O autor ainda coloca em xeque os três tipos de danos mapeados pelo MPF que supostamente o excesso de peso desses veículos nas rodovias causaria, são eles:

  • dano material, resultante do impacto sobre a qualidade do pavimento; 
  • dano à segurança de tráfego, pelo maior risco de acidentes;
  • dano concorrencial, devido ao sobrepeso poder acirrar um tipo de concorrência nociva entre os transportadores;

Em relação ao dano concorrencial, o MPF propõe o seguinte cálculo: 

𝐷𝑎𝑛𝑜 𝑐𝑜𝑛𝑐𝑜𝑟𝑟𝑒𝑛𝑐𝑖𝑎𝑙 = 𝑡𝑎𝑚𝑎𝑛ℎ𝑜 𝑑𝑜 𝑒𝑥𝑐𝑒𝑠𝑠𝑜 𝑑𝑒 𝑝𝑒𝑠𝑜 ሺ𝑒𝑚 𝑡𝑜𝑛ሻ ∗ 𝑅$182 ∗ 𝑚𝑢𝑙𝑡𝑖𝑝𝑙𝑖𝑐𝑎𝑑𝑜𝑟 𝑑𝑒 𝑡𝑎𝑚𝑎𝑛ℎ𝑜 𝑑𝑎 𝑒𝑚𝑝𝑟𝑒𝑠𝑎

Esse cálculo proposto pelo MPF, afirma Castelar, não oferece uma razão econômica para se medir o dano que afirma existir. Ou seja, não define quem incorre no dano, como ele afeta as partes, se é uma perda de bem-estar do consumidor, destruição de capital, despesas que precisam ser incorridas pelo setor público. O que os dados mostram, porém, é que nos últimos anos ocorreu uma retração da frota dos transportadores autônomos, entre os quais a informalidade é maior e os veículos são mais antigos.
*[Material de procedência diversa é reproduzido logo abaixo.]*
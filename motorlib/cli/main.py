"""The ``motorlib`` command line: parse options, call the library, render the result.

The only module that imports click. Library errors reach the terminal in one
place, :class:`_Group`, as ``Error: path:line: field: problem`` with exit 1.
"""

from __future__ import annotations

import datetime as _dt
import json
import sys
from typing import Any

import click

from .. import __version__
from ..errors import MotorlibError, QuantityError

_EPILOG = ("Predictions are estimates. Follow your national rocketry association's safety code, local law and "
           "the launch site's rules; the range safety officer decides; fly only motors within your certification.")


class _Group(click.Group):
    """Turns any MotorlibError into a clean ``Error: ...`` message with exit status 1."""

    def invoke(self, ctx: click.Context) -> Any:
        try:
            return super().invoke(ctx)
        except MotorlibError as exc:
            raise click.ClickException(str(exc)) from exc


class _Quantity(click.ParamType):
    """A click type for quantities such as ``29mm`` or ``0.85 oz``; bare numbers take ``default_unit``."""

    def __init__(self, kind: str, default_unit: str) -> None:
        self.kind, self.default_unit = kind, default_unit
        self.name = f"{kind}"

    def convert(self, value: Any, param: click.Parameter | None, ctx: click.Context | None) -> float:
        if isinstance(value, float):
            return value
        from ..units import parse_quantity

        try:
            return parse_quantity(value, self.kind, field=param.name if param else "value",
                                  default_unit=self.default_unit)
        except QuantityError as exc:
            self.fail(exc.problem, param, ctx)


def _delays(ctx: click.Context, param: click.Parameter, value: str | None) -> tuple[float, ...]:
    if not value:
        return ()
    try:
        delays = tuple(float(v.strip().removesuffix("s")) for v in value.replace("/", ",").split(","))
    except ValueError:
        raise click.BadParameter(f"expected delays in seconds separated by commas, e.g. 3,5,7; got {value!r}")
    if any(d <= 0 for d in delays):
        raise click.BadParameter(f"delays must be above 0 s, got {value!r}")
    return delays


def _metadata_options(func: Any) -> Any:
    """Options describing a motor whose curve file (CSV) does not."""
    options = [
        click.option("--designation", help="Label as printed on the motor, e.g. C6-5 or 1/2A3-2T. "
                                           "CSV only; default: the file name."),
        click.option("--maker", default="", help="Maker name (CSV only)."),
        click.option("--diameter", "diameter_m", type=_Quantity("length", "mm"),
                     help="Case diameter; a bare number is mm (e.g. 18, 0.5in)."),
        click.option("--length", "length_m", type=_Quantity("length", "mm"),
                     help="Case length; a bare number is mm (e.g. 70, 2.75in)."),
        click.option("--total-mass", "total_mass_kg", type=_Quantity("mass", "g"),
                     help="Loaded motor mass; a bare number is g (e.g. 24, 0.85oz)."),
        click.option("--propellant-mass", "propellant_mass_kg", type=_Quantity("mass", "g"),
                     help="Propellant mass; a bare number is g (e.g. 12.5)."),
        click.option("--delays", "delays_s", callback=_delays, metavar="S[,S...]",
                     help="Available ejection delays in seconds, e.g. 3,5,7."),
        click.option("--plugged", is_flag=True, help="No ejection charge (plugged or booster)."),
        click.option("--adjustable-delay", is_flag=True, help="The user may shorten the delay."),
        click.option("--source-kind", type=click.Choice(["certification-test", "maker-data", "static-test", "demo",
                                                         "other"]), default="other", show_default=True,
                     help="Where the curve comes from."),
        click.option("--test-date", type=click.DateTime(["%Y-%m-%d"]), help="Date of the test, YYYY-MM-DD."),
        click.option("--notes", default="", help="Free-text provenance notes (stand, lot, operator)."),
        click.option("--time-unit", help="Unit of the CSV time column (s, ms) when the header gives none."),
        click.option("--thrust-unit", help="Unit of the CSV thrust column (N, lbf, kgf, gf) when the header gives none."),
    ]
    for option in reversed(options):
        func = option(func)
    return func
Sendo assim, uma lógica inversa à retratada pelo órgão público.

A raíz do problema: a falta de investimentos

Mesmo que os relatórios do MPF levantem questões interessantes sobre o tema, escreve o autor, a conclusão principal do parecer é que, para avaliar os danos causados pelo excesso de peso no transporte rodoviário de cargas, e para avaliar a conformidade das penalidades previstas em lei com esses danos, seria necessário aprimorar, conceitual e empiricamente, a análise econômica apresentada nesses documentos. Mais uma vez, retornamos à raiz do problema: a falta de investimentos.
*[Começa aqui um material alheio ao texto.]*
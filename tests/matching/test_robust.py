"""Robust ranking (issue 12): probabilities with standard errors, common random numbers, windows."""

from __future__ import annotations

import math

import numpy as np
import pytest

from motorlib.files.airframe_toml import load_airframe
from motorlib.files.curvefiles import load_curve_file
from motorlib.flight.dispersion import DispersionSettings, Uncertainty, fly_samples
from motorlib.matching.rank import MatchSettings
from motorlib.matching.robust import RobustSettings, robust_rank

from ..conftest import SAMPLE_DIR


@pytest.fixture(scope="module")
def quibble():
    return load_airframe(SAMPLE_DIR / "airframes" / "quibble-41.toml")


@pytest.fixture(scope="module")
def motors():
    return [load_curve_file(SAMPLE_DIR / f"bramblewick-propulsion_{name}.xml") for name in ("e25-7", "f29-8")]


def test_the_same_motor_twice_gets_the_same_flights(quibble, motors) -> None:
    # Common random numbers: sample j is the same draw for every candidate.
    result = robust_rank(quibble, [motors[0], motors[0]], MatchSettings(), Uncertainty(),
                         RobustSettings(n_samples=40, altitude_window_m=(250.0, 320.0)))
    a, b = result["candidates"]
    assert a["p_success"] == b["p_success"] and a["apogee_m"] == b["apogee_m"]
    assert a["p_difference_to_next_standard_error"] == 0.0


def test_probability_and_standard_error_follow_the_windows(quibble, motors) -> None:
    robust = RobustSettings(n_samples=60, altitude_window_m=(270.0, 320.0))
    result = robust_rank(quibble, motors, MatchSettings(), Uncertainty(), robust, ids=["e", "f"])
    by_id = {c["motor_id"]: c for c in result["candidates"]}
    flights = fly_samples(quibble, [motors[0]], [Uncertainty()], np.zeros(60, dtype=np.int64), np.arange(60),
                          DispersionSettings(n_samples=60), [7.0], descent=False)
    inside = (flights["apogee_m"] >= 270.0) & (flights["apogee_m"] <= 320.0)
    e = by_id["e"]
    assert e["failures"]["apogee-outside-window"] == pytest.approx(1.0 - inside.mean())
    assert e["p_success"] <= inside.mean()
    assert e["p_success_standard_error"] == pytest.approx(math.sqrt(e["p_success"] * (1 - e["p_success"]) / 60))
    assert by_id["f"]["p_success"] == 0.0  # F29 flies near 500 m, far above the window
    assert result["candidates"][0]["motor_id"] == "e"


def test_a_duration_window_flies_the_descent(quibble, motors) -> None:
    robust = RobustSettings(n_samples=20, duration_window_s=(1.0, 1000.0))
    result = robust_rank(quibble, motors[:1], MatchSettings(), Uncertainty(), robust)
    assert result["descent_flown"]
    assert result["candidates"][0]["flight_duration_s"]["p50"] > 30.0


@pytest.mark.parametrize("window", [(5.0, 5.0), (-1.0, 3.0)])
def test_bad_windows_are_refused(window) -> None:
    with pytest.raises(ValueError, match="altitude_window_m"):
        RobustSettings(altitude_window_m=window)


def test_a_candidate_fails_the_rules_fly_applies_to_its_flight(quibble, motors) -> None:
    # Issue 17: match --robust had its own flags ("rail", "T/W", "descent" on the touchdown speed). With no
    # uncertainty every sample is the nominal flight, so each candidate must fail every sample for exactly the
    # codes fly's rule evaluation gives that flight, and no sample for any other code.
    from dataclasses import replace

    from motorlib.flight.integrate import simulate
    from motorlib.flight.rulebook import evaluate_rules, flown_rule_inputs
    from motorlib.flight.rules import NOTE_CODES

    frame = replace(quibble, launch=replace(quibble.launch, wind_speed_m_s=5.5))  # asks 22 m/s at rail exit
    nominal = simulate(frame, motors, descent=False)
    delays = [nominal.chosen_delay_s(i) for i in range(len(motors))]
    res = simulate(frame, motors, deploy_delay_s=np.array(delays))
    rate, touchdown = res.landing_descent_rate_m_s, res.landing_speed_m_s
    assert np.all(touchdown > rate + 0.3)
    for limit in (float(np.max(0.5 * (rate + touchdown))), float(np.min(rate)) - 0.2):  # between; below the rate
        match = MatchSettings(ceiling_m=480.0, rules=replace(MatchSettings().rules, max_landing_speed_m_s=limit))
        fly = evaluate_rules(flown_rule_inputs(frame, res, chosen_delay_s=np.array(delays)), match.rules,
                             ceiling_m=480.0)
        result = robust_rank(frame, motors, match, Uncertainty.zero(), RobustSettings(n_samples=4), ids=["e", "f"])
        by_id = {c["motor_id"]: c for c in result["candidates"]}
        for i, motor_id in enumerate(("e", "f")):
            failures = by_id[motor_id]["failures"]
            expected = {f.code for f in fly[i]} - NOTE_CODES
            assert {code for code, share in failures.items() if share == 1.0} == expected, (motor_id, limit)
            assert all(share in (0.0, 1.0) for share in failures.values())
            assert ("descent-fast" in expected) is bool(limit < rate[i])
        assert not result["descent_flown"]  # as match: one charge-opened device, no field: the terminal estimate


def test_stability_is_judged_on_every_sampled_flight(quibble, motors) -> None:
    # New-user trial: the robust ranking judged the stability margin on the nominal flight only, so a CG known
    # to +-50 mm never failed a motor whose nominal margin (2.1 cal for F29-8) clears 1 cal. Each sample carries
    # its own margin: the CG shift moves the loaded CG by shift x m_airframe / m_rocket (closed form, see
    # motorlib.flight.stability), and the samples below the minimum fail `stability-low`.
    n = 200
    spread = Uncertainty(cg_std_m=0.05, **{name: 0.0 for name in Uncertainty.__dataclass_fields__ if name != "cg_std_m"})
    f29 = motors[1]
    result = robust_rank(quibble, [f29], MatchSettings(), spread, RobustSettings(n_samples=n))
    c = result["candidates"][0]
    flights = fly_samples(quibble, [f29], [spread], np.zeros(n, dtype=np.int64), np.arange(n),
                          DispersionSettings(n_samples=n), [c["delay_s"]], descent=False)
    from motorlib.flight.stability import stability_for_records

    nominal = float(stability_for_records(quibble, [f29]).min_margin_cal[0])
    assert nominal > 2.0  # the nominal flight passes: only the samples can fail it
    margin = flights["sampled_margin_cal"]
    assert np.all(np.isfinite(margin)) and np.std(margin) > 0.3
    below = int(np.count_nonzero(margin < 1.0))
    assert 0 < below < n
    assert c["failures"]["stability-low"] == pytest.approx(below / n)
    assert c["n_below_min_stability"] == below
    assert c["stability_margin_cal"]["p50"] == pytest.approx(float(np.percentile(margin, 50)))
    # zero spread: every sample has the nominal flight's margin (rail exit included), as match computes it
    still = Uncertainty.zero()
    flat = fly_samples(quibble, [f29], [still], np.zeros(3, dtype=np.int64), np.arange(3),
                       DispersionSettings(n_samples=3), [c["delay_s"]], descent=False)["sampled_margin_cal"]
    from motorlib.matching.rank import rank
    from motorlib.catalog import Catalog

    cat = Catalog(SAMPLE_DIR, read_only=True)
    matched = [m for m in rank(quibble, cat, MatchSettings(allow_smaller_motors=True)).candidates
               if m.designation == "F29-8"][0]
    assert flat == pytest.approx([matched.stability_margin_cal] * 3, rel=1e-9)


def test_a_motor_that_never_flies_ranks_below_those_that_do(quibble, motors) -> None:
    # among motors that all fail (0 % success), one stuck on the rail (no apogee at all) must not rank above those
    # that fly: before, its missing apogee counted as "on target"
    a8 = load_curve_file(SAMPLE_DIR / "teakettle-thrust-co_a8-3-5.xml")
    robust = RobustSettings(n_samples=20, altitude_window_m=(250.0, 260.0))
    result = robust_rank(quibble, [a8, motors[1]], MatchSettings(), Uncertainty(), robust, ids=["a8", "f29"])
    by_id = {c["motor_id"]: c for c in result["candidates"]}
    assert by_id["a8"]["apogee_m"]["p50"] is None and by_id["f29"]["apogee_m"]["p50"] is not None
    assert by_id["a8"]["p_success"] == by_id["f29"]["p_success"] == 0.0
    assert [c["motor_id"] for c in result["candidates"]] == ["f29", "a8"]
Assim como Thiago Pera, da Esalq/Log, e Gesner Oliveira, da FGV, Castelar acredita que a falta de investimentos explicam a lenta expansão e a má qualidade das rodovias. ”Fica claro que já há bastante tempo há uma tendência de regressão na disponibilidade de infraestrutura de rodovias, quando considerada como proporção do tamanho da economia, de outra forma já evidente na comparação entre as evoluções da extensão da malha rodoviária e do PIB e dos indicadores do setor de transporte rodoviário de carga”.
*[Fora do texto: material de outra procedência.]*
"""Figures and reasons of the matcher against closed forms: chosen delay, landing speed, rules at their limits."""

from __future__ import annotations

import math

import pytest

from motorlib import MotorRecord
from motorlib.flight import FlightSettings, simulate
from motorlib.flight.airframe import Airframe, Launch, Recovery
from motorlib.flight.rules import LaunchRules
from motorlib.matching import MatchSettings, rank

G0 = 9.80665  # m/s², standard gravity, exact by definition (3rd CGPM, 1901)
RHO_SEA_LEVEL = 1.225  # kg/m³, U.S. Standard Atmosphere 1976 sea-level density (1.2250 in its table)
FLAT = FlightSettings(vary_gravity=False)  # the closed forms below take g constant


def _motor(delays: tuple[float, ...] = (3.0, 5.0, 7.0, 12.0)) -> MotorRecord:
    # constant thrust, (nearly) constant mass: the propellant is 1 µg
    return MotorRecord("F30-7", [0.0, 1.2], [30.0, 30.0], total_mass_kg=0.1, propellant_mass_kg=1e-9, delays_s=delays,
                       diameter_m=0.024, length_m=0.1)


def _frame(recovery: Recovery | None = None, diameter_m: float = 1e-6) -> Airframe:
    return Airframe("test", 0.4, diameter_m, 0.5, launch=Launch(rail_length_m=1.0), recovery=recovery,
                    mount_diameter_m=0.024, mount_length_m=0.2)


def test_the_chosen_delay_is_the_listed_one_closest_to_the_closed_form_optimum() -> None:
    # Vacuum closed form (textbook): optimal delay v_b / g = (T/m - g) t_b / g = 6.14 s; of 3, 5, 7, 12 s the
    # closest is 7 s (by hand).
    candidate = rank(_frame(), _motor(), MatchSettings(), flight_settings=FLAT).candidates[0]
    assert candidate["optimal_delay_s"] == pytest.approx((30.0 / 0.5 - G0) * 1.2 / G0, rel=1e-7)
    assert candidate["chosen_delay_s"] == 7.0
    assert "delay" not in candidate["reason_codes"]
    far = rank(_frame(), _motor((2.0, 12.0)), MatchSettings(), flight_settings=FLAT).candidates[0]
    assert far["chosen_delay_s"] == 2.0 and "delay" in far["reason_codes"]  # 4.1 s early, 5.9 s late


def test_landing_speed_is_the_terminal_descent_rate_at_sea_level() -> None:
    # Terminal speed of a quadratic-drag fall (textbook): v = sqrt(2 m g / (rho CdA)), CdA = device + body
    # (body Cd 0.5 on its frontal area), m = the burnt-out rocket.
    chute = Recovery(device="parachute", deploy="ejection", drag_area_m2=0.25)
    frame = _frame(chute, diameter_m=0.04)
    candidate = rank(frame, _motor(), MatchSettings(), flight_settings=FLAT).candidates[0]
    mass = 0.4 + 0.1 - 1e-9
    drag_area = 0.25 + 0.5 * math.pi * 0.04**2 / 4
    expected = math.sqrt(2 * mass * G0 / (RHO_SEA_LEVEL * drag_area))
    assert candidate["landing_speed_m_s"] == pytest.approx(expected, rel=1e-5)
    slow = LaunchRules(max_landing_speed_m_s=expected * 0.99)
    assert "descent" in rank(frame, _motor(), MatchSettings(rules=slow), flight_settings=FLAT).candidates[0]["reason_codes"]


def test_a_motor_exactly_at_each_limit_passes() -> None:
    frame = _frame()
    flight = simulate(frame, [_motor()], FLAT, descent=False)
    exit_speed = float(flight.rail_exit_speed_m_s[0])
    ttw = float(flight.liftoff_thrust_to_weight[0])
    assert exit_speed == pytest.approx(math.sqrt(2 * 1.0 * (30.0 / 0.5 - G0)), rel=1e-8)  # v² = 2 L a, textbook
    at_limit = LaunchRules(min_rail_exit_speed_m_s=exit_speed, min_liftoff_thrust_to_weight=ttw)
    assert rank(frame, _motor(), MatchSettings(rules=at_limit), flight_settings=FLAT).candidates[0]["passes"]
    past = LaunchRules(min_rail_exit_speed_m_s=exit_speed * (1 + 1e-9))
    assert rank(frame, _motor(), MatchSettings(rules=past), flight_settings=FLAT).candidates[0]["reason_codes"] == ["rail"]
    past_ttw = LaunchRules(min_rail_exit_speed_m_s=exit_speed, min_liftoff_thrust_to_weight=ttw * (1 + 1e-9))
    assert rank(frame, _motor(), MatchSettings(rules=past_ttw), flight_settings=FLAT).candidates[0]["reason_codes"] == ["T/W"]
Nesse sentido, o autor, além de criticar a metodologia utilizada pelo MPF, também traça um importante histórico sobre a utilização das rodovias pelas empresas do agronegócio, com a crescente necessidade do setor em transportar a produção agrícola, seja ela processada, vendida ou exportada. Segundo ele, em estados mais a Oeste e a Norte do Brasil o setor ferroviário é ainda menos desenvolvido do que em outras regiões. Entre 1980 e 2019, a malha rodoviária federal pavimentada teve expansão média de apenas 0,8% ao ano, de 47,5 mil para 65,4 mil km, – no mesmo período, o PIB brasileiro cresceu em média 2,2% ao ano.

Os números reforçam o fato de que enquanto o agronegócio cresceu expressivamente nos últimos anos, o mesmo fenômeno não ocorreu com a infraestrutura rodoviária. Entre 1997 e 2018, a malha pavimentada administrada pelo Departamento Nacional de Infraestrutura de Transportes (DNIT) foi expandida em apenas 0,96% ao ano. E não para por aí: estudos mais recentes mostram, ainda, que a pandemia da Covid-19 reforçou a necessidade brasileira por investimentos em infraestrutura. Agora, para dar um salto de competitividade, o país precisa dobrar o valor aplicado em melhorias.

Além de expandir o tamanho das rodovias, é necessário aprimorar a manutenção das já existentes. Estima-se que a malha rodoviária federal deprecia 0,083% do PIB ao ano, contra um gasto médio anual com manutenção e conservação de apenas 0,071% do PIB ao ano. Ou seja, afirma Castelar, o gasto não compensa a depreciação, de forma que não é possível reparar os problemas antigos e muito menos fazer frente à expansão do transporte rodoviário de cargas e da frota de veículos.